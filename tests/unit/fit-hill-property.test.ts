// Property tests: a Hill fit recovers the parameters of noise-free data generated from known values.
import fc from 'fast-check';
import { expect, test } from 'vitest';
import { fitHill } from '@/lib/science/fit/hill-fit';
import { hillBlock } from '@/lib/science/fit/hill-model';

// Half-log series over 3.5 decades, as on a typical 8-point plate layout (Gatewell's demo layout, invented).
const SERIES_uM = [0.01, 0.03, 0.1, 0.3, 1, 3, 10, 30];

function plate(ic50_uM: number, slope: number, replicates: number, bottom = 0, top = 1) {
  const concentration_uM = SERIES_uM.flatMap((c) => Array<number>(replicates).fill(c));
  return { concentration_uM, block: concentration_uM.map((c) => hillBlock(c, ic50_uM, slope, bottom, top)) };
}

test('hill2 recovers IC50 and Hill slope of noise-free data (tolerance 1e-6 in log10 IC50 and slope)', () => {
  fc.assert(
    fc.property(
      fc.double({ min: -1.5, max: 1, noNaN: true }),
      fc.double({ min: 0.6, max: 1.8, noNaN: true }),
      fc.integer({ min: 1, max: 3 }),
      (log10Ic50, slope, replicates) => {
        const result = fitHill(plate(10 ** log10Ic50, slope, replicates));
        expect(result.status).toBe('fitted');
        expect(Math.abs(Math.log10(result.ic50_uM!) - log10Ic50)).toBeLessThan(1e-6);
        expect(Math.abs(result.hillSlope! - slope)).toBeLessThan(1e-6);
        expect(result.n).toBe(8 * replicates);
        expect(result.ic50Ci95_uM![0]).toBeLessThanOrEqual(result.ic50_uM!);
        expect(result.ic50Ci95_uM![1]).toBeGreaterThanOrEqual(result.ic50_uM!);
      },
    ),
    { numRuns: 200 },
  );
});

test('hill4 recovers IC50, slope, bottom and top of noise-free data (tolerance 1e-5)', () => {
  fc.assert(
    fc.property(
      fc.double({ min: -1, max: 0.5, noNaN: true }),
      fc.double({ min: 0.7, max: 1.5, noNaN: true }),
      fc.double({ min: -0.1, max: 0.1, noNaN: true }),
      fc.double({ min: 0.8, max: 1.1, noNaN: true }),
      (log10Ic50, slope, bottom, top) => {
        const result = fitHill(plate(10 ** log10Ic50, slope, 2, bottom, top), { model: 'hill4' });
        expect(result.status).toBe('fitted');
        expect(Math.abs(Math.log10(result.ic50_uM!) - log10Ic50)).toBeLessThan(1e-5);
        expect(Math.abs(result.hillSlope! - slope)).toBeLessThan(1e-5);
        expect(Math.abs(result.bottom! - bottom)).toBeLessThan(1e-5);
        expect(Math.abs(result.top! - top)).toBeLessThan(1e-5);
      },
    ),
    { numRuns: 200 },
  );
});

test('the fit does not depend on the order of the wells (rotated)', () => {
  fc.assert(
    fc.property(
      fc.double({ min: -1.5, max: 1, noNaN: true }),
      fc.integer({ min: 0, max: 1000 }),
      (log10Ic50, shift) => {
        const data = plate(10 ** log10Ic50, 1.1, 2);
        const order = data.block.map((_, i) => (i + shift) % data.block.length);
        const shuffled = {
          concentration_uM: order.map((i) => data.concentration_uM[i]!),
          block: order.map((i) => data.block[i]!),
        };
        expect(Math.log10(fitHill(shuffled).ic50_uM!)).toBeCloseTo(Math.log10(fitHill(data).ic50_uM!), 8);
      },
    ),
    { numRuns: 50 },
  );
});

What to do ▸ When a line of the records holds the word "model", copy that line.

Completed task ▸
import { hillBlock } from '@/lib/science/fit/hill-model';
        const result = fitHill(plate(10 ** log10Ic50, slope, 2, bottom, top), { model: 'hill4' });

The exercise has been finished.